Notes: One limitation in international comparisons of city populations is that definitions of cities vary in how their boundaries are defined. A city’s population can be defined by the historic city boundaries, or boundaries based on the built-up area, or based on a political/administrative boundary, including the boundary of a much larger metropolitan area and perhaps a metropolitan planning region that is even larger. Of course, there are very large differences in city populations and rates of change, depending on which boundaries are used.
The UN Population Division makes a heroic effort to make city population figures more comparable by seeking to get figures for urban agglomerations. Their boundaries are defined as the extent of the contiguous urban area or built-up area. This definition could be applied to 55% of the 1,860 cities in the UN’s most recent World Urbanization Prospects, with the rest being on the city proper (35%) or the metropolitan area (10%).
Ultimately, the UN Population Division is dependent on data provided by UN member states and whatever definitions they use, meaning it is also hampered by the lack of censuses in many nations. Of course, for discussions of historic city populations, there were no censuses to draw on.

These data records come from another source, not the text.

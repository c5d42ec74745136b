import { join } from 'node:path';

import sharp from 'sharp';

import type { CellList, CellPage, CurvePoint } from '@/lib/contract/cells';
import { lifeInShort } from '@/lib/contract/lifeWords';
import { formatCount, formatPercent, formatYears } from '@/lib/units';

import { escapeHtml } from './html';

const size = { width: 1200, height: 630 };
const plot = { left: 90, right: 1130, top: 300, bottom: 560 };
// As in components/theme.css, light: a picture has no theme.
const colour = { paper: '#f6f3ec', ink: '#17252b', quiet: '#51626a', line: '#d9d3c5', tide: '#0b5c63' };
const mark = 'M0 4H8.4V13H17.4V20.5H26L27.7 23.6L29.4 20.5H32V26.5H15.8V19H6.8V10H0Z';

/** PNG for previews of links to a cell type: its name, its life, its curve. */
export const cellPicture = ({ cellType: { name }, view, pool }: CellPage): Promise<Buffer> =>
  draw({
    title: name,
    lines: [
      view.life ? lifeInShort(view.life) : 'No life told yet',
      view.life
        ? `${formatPercent(view.life.leftAtReachFraction.estimate)} left at ${formatYears(view.life.reachYears)}, measured`
        : '',
    ],
    curve: view.curve,
    foot: pool.evidence
      ? `From ${formatCount(pool.evidence.banks)} banks of the pool, at the standard use`
      : '',
  });

/** The same for the list. */
export const listPicture = ({ pool, cells }: CellList): Promise<Buffer> =>
  draw({
    title: 'How long home battery cells last',
    lines: [
      pool.evidence
        ? `${formatCount(pool.evidence.checks)} checks on ${formatCount(pool.evidence.banks)} banks, measured by their owners`
        : 'Measured by their owners',
      `${formatCount(cells.length)} cell types, beside what their labels say`,
    ],
    curve: [],
    foot: '',
  });

interface Drawn {
  title: string;
  lines: readonly string[];
  curve: readonly CurvePoint[];
  foot: string;
}

async function draw({ title, lines, curve, foot }: Drawn): Promise<Buffer> {
  await fontsReady();
  const text = (x: number, y: number, px: number, words: string, look = '') =>
    `<text x="${x}" y="${y}" font-size="${px}" ${look}>${escapeHtml(words)}</text>`;
  const picture = `<svg xmlns="http://www.w3.org/2000/svg" width="${size.width}" height="${size.height}" font-family="Schibsted Grotesk, sans-serif" fill="${colour.ink}">
    <rect width="100%" height="100%" fill="${colour.paper}"/>
    <g transform="translate(60 40) scale(1.5)"><path d="${mark}" fill="${colour.tide}"/></g>
    ${text(124, 78, 34, 'Ebbline', 'font-weight="700"')}
    ${text(60, 168, title.length > 26 ? 52 : 68, title, 'font-weight="700"')}
    ${lines.map((line, i) => text(60, 222 + 40 * i, 31, line, i === 0 ? '' : `fill="${colour.quiet}"`)).join('')}
    ${curvePart(curve)}
    ${text(60, 610, 24, foot, `fill="${colour.quiet}"`)}
  </svg>`;
  return sharp(Buffer.from(picture)).png({ compressionLevel: 9, palette: true }).toBuffer();
}

/** Solid where measured, dashed where projected; what is extrapolated is left out of so small a picture. */
function curvePart(curve: readonly CurvePoint[]): string {
  const told = curve.filter(({ status }) => status === 'measured' || status === 'projected');
  const last = told.at(-1);
  if (!last) return '';
  const x = (years: number) => plot.left + (years / last.years) * (plot.right - plot.left);
  const y = (share: number) => plot.bottom - ((Math.max(0.7, share) - 0.7) / 0.32) * (plot.bottom - plot.top);
  const path = (points: readonly CurvePoint[]) =>
    `M${points.map((point) => `${x(point.years).toFixed(1)} ${y(point.sohFraction).toFixed(1)}`).join('L')}`;
  const measured = told.filter(({ status }) => status === 'measured');
  const projected = [...measured.slice(-1), ...told.filter(({ status }) => status === 'projected')];
  const line = (d: string, dash: string) =>
    `<path d="${d}" fill="none" stroke="${colour.tide}" stroke-width="6" ${dash}/>`;
  return `<line x1="${plot.left}" x2="${plot.right}" y1="${y(0.8)}" y2="${y(0.8)}" stroke="${colour.ink}" stroke-width="2"/>
    <text x="${plot.left - 8}" y="${y(0.8) + 8}" font-size="24" text-anchor="end" fill="${colour.quiet}">80</text>
    <text x="${plot.left - 8}" y="${y(1) + 8}" font-size="24" text-anchor="end" fill="${colour.quiet}">100</text>
    <line x1="${plot.left}" x2="${plot.right}" y1="${y(1)}" y2="${y(1)}" stroke="${colour.line}" stroke-width="2"/>
    ${line(path(measured), '')}${projected.length > 1 ? line(path(projected), 'stroke-dasharray="18 12"') : ''}
    <text x="${plot.right}" y="${plot.bottom + 30}" font-size="24" text-anchor="end" fill="${colour.quiet}">${escapeHtml(formatYears(last.years, 0))}</text>`;
}

const fontFiles = {
  'Schibsted Grotesk': 'schibsted-grotesk/400Regular/SchibstedGrotesk_400Regular.ttf',
  'Schibsted Grotesk Bold': 'schibsted-grotesk/700Bold/SchibstedGrotesk_700Bold.ttf',
};
let fonts: Promise<unknown> | undefined;

/**
 * Drawing a word with a font's file makes the file known to everything that is drawn later. What is drawn is our own
 * SVG from memory, which the decoder otherwise refuses: photos people send are read from files, where it still does.
 */
function fontsReady(): Promise<unknown> {
  sharp.unblock({ operation: ['VipsForeignLoadSvgBuffer'] });
  fonts ??= Promise.all(
    Object.entries(fontFiles).map(([font, file]) => {
      const fontfile = join(
        require.resolve('@expo-google-fonts/schibsted-grotesk/package.json'),
        '../..',
        file,
      );
      return sharp({ text: { text: 'Ebbline', font, fontfile } })
        .png()
        .toBuffer();
    }),
  );
  return fonts;
}
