import { formatCount, formatDuration } from '@/lib/units';

import { logFailure, timeFormatLabels } from './logTypes';
import type { LogFailure, LogSamples, LogWarning } from './logTypes';
import { type OrderedSamples, orderStamps } from './orderStamps';
import { isDated } from './timeStamp';

/** One of the files that a recorder split a log into, as it was read. */
export interface LogFile {
  name: string;
  samples: LogSamples;
}

interface Part extends OrderedSamples {
  name: string;
}

/** What a log may lack. */
type Channel = 'voltageV' | 'powerW' | 'temperatureC' | 'lowestCellV' | 'highestCellV' | 'counterAh';

/** Apart by more than this (and by three rows) is said. */
const longestSilentGapS = 60;

/**
 * Makes one log of several files, in the order of their stamps. Where files overlap the rows of the earlier one stand;
 * overlaps and the time between files are said. Counts of seconds that start again in each file can't be put in order,
 * which is an expected failure, as are files that write their times in different ways.
 * @throws RangeError without a file
 */
export function joinLogs(files: readonly LogFile[]): LogSamples | LogFailure {
  const [first] = files;
  if (!first) throw new RangeError('joinLogs requires at least one file');
  if (files.length === 1) return first.samples;
  const other = files.find(({ samples }) => samples.timeFormat !== first.samples.timeFormat);
  if (other) {
    const [one, two] = [first, other].map(({ samples }) => timeFormatLabels[samples.timeFormat]);
    return logFailure(
      'filesDiffer',
      `The files write their times differently (${first.name}: ${one}; ${other.name}: ${two}). Upload them one by one.`,
    );
  }
  const parts = files
    .map(({ name, samples }): Part => ({ name, ...orderStamps(samples) }))
    .sort((one, two) => one.originS - two.originS);
  if (!isDated(first.samples.timeFormat) && parts.some((part, index) => startsBefore(parts[index - 1], part)))
    return logFailure(
      'filesUnordered',
      'The files have no dates, and each starts its times anew, so that their order can not be told. Join them in one file, or upload the one with the discharge.',
    );
  return first.samples.timeFormat === 'clock' ? joined(roundTheClock(parts), [byClock]) : joined(parts, []);
}

const daySeconds = 86_400;
const byClock: LogWarning = {
  code: 'filesByClock',
  text: 'The files have no dates; they were put in order by the time of day, beginning after the longest pause.',
};

/** Files that lie on both sides of midnight: the longest pause is the one before the first of them. */
function roundTheClock(parts: readonly Part[]): Part[] {
  const pauses = parts.map((part, index) => {
    const before = parts[index - 1];
    return before ? part.originS - endOf(before) : part.originS + daySeconds - endOf(parts.at(-1)!);
  });
  const start = pauses.indexOf(Math.max(...pauses));
  const nextDay = parts.slice(0, start).map((part) => ({ ...part, originS: part.originS + daySeconds }));
  return [...parts.slice(start), ...nextDay];
}

const endOf = ({ originS, samples }: Part) => originS + (samples.timeS.at(-1) ?? 0);
const startsBefore = (before: Part | undefined, part: Part) =>
  before !== undefined && part.originS < endOf(before);

function joined(parts: readonly Part[], remarks: readonly LogWarning[]): LogSamples {
  const ofFiles = parts.flatMap(({ name, samples, warnings: ordering }) =>
    [...samples.warnings, ...ordering].map((warning) => ({ ...warning, text: `${name}: ${warning.text}` })),
  );
  const warnings: LogWarning[] = [...remarks, ...ofFiles];
  const kept: { part: Part; from: number }[] = [];
  let highS = -Infinity;
  let earlier = '';
  for (const part of parts) {
    const { timeS } = part.samples;
    const found = timeS.findIndex((seconds) => part.originS + seconds > highS);
    const from = found < 0 ? timeS.length : found;
    if (earlier !== '') warnings.push(...seamWarnings(earlier, part, { highS, left: from }));
    kept.push({ part, from });
    if (from < timeS.length) earlier = part.name;
    highS = Math.max(highS, endOf(part));
  }
  const rows = kept.reduce((sum, { part, from }) => sum + part.samples.timeS.length - from, 0);
  const collect = (pick: (part: Part, index: number) => number): Float64Array => {
    const all = new Float64Array(rows);
    let at = 0;
    for (const { part, from } of kept)
      for (let index = from; index < part.samples.timeS.length; index += 1) all[at++] = pick(part, index);
    return all;
  };
  const channel = (name: Channel) =>
    parts.some(({ samples }) => samples[name] !== null)
      ? collect(({ samples }, index) => samples[name]?.[index] ?? NaN)
      : null;
  const total = (name: 'rowsRead' | 'rowsSkipped') =>
    parts.reduce((sum, { samples }) => sum + samples[name], 0);
  const [voltageV, powerW, temperatureC] = [channel('voltageV'), channel('powerW'), channel('temperatureC')];
  return {
    ok: true,
    timeS: collect(({ originS, samples }, index) => originS + (samples.timeS[index] ?? NaN)),
    currentA: collect(({ samples }, index) => samples.currentA[index] ?? NaN),
    ...{ voltageV, powerW, temperatureC },
    lowestCellV: channel('lowestCellV'),
    highestCellV: channel('highestCellV'),
    counterAh: channel('counterAh'),
    row: Int32Array.from(collect(({ samples }, index) => samples.row[index] ?? 0)),
    timeFormat: parts[0]!.samples.timeFormat,
    rowsRead: total('rowsRead'),
    rowsSkipped: total('rowsSkipped'),
    warnings,
  };
}

/** What is to be said where one file ends and the next begins. */
function seamWarnings(
  earlier: string,
  { name, originS, stepS, samples }: Part,
  { highS, left }: { highS: number; left: number },
): LogWarning[] {
  if (left === samples.timeS.length)
    return [
      {
        code: 'filesOverlap',
        text: `${name} lies wholly within the time of ${earlier} and was left out.`,
        count: left,
      },
    ];
  if (left > 0)
    return [
      {
        code: 'filesOverlap',
        text: `${earlier} and ${name} overlap by ${formatDuration(highS - originS)}; ${formatCount(left)} rows of the later one were left out.`,
        count: left,
      },
    ];
  const apartS = originS - highS;
  if (apartS <= Math.max(longestSilentGapS, 3 * stepS)) return [];
  return [
    {
      code: 'filesApart',
      text: `Between ${earlier} and ${name} lie ${formatDuration(apartS)} without rows.`,
    },
  ];
}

For Table 2 and Figures 1 and 2, the figures for 1950 onwards are UN statistics and there were more than 100 African cities. This was not the case for 1800, 1850 and 1900, so all cities with populations estimated to be at least 20,000 inhabitants were included.
Figure 2 overstates the average population of cities in 1950, 2000 and 2020, as it is the average size of cities that had reached 300,000 inhabitants by 2018. Many cities are smaller than this and if included would bring down average populations.
Note: This article presents the views of the author featured and does not necessarily represent the views of the African Cities Research Consortium as a whole.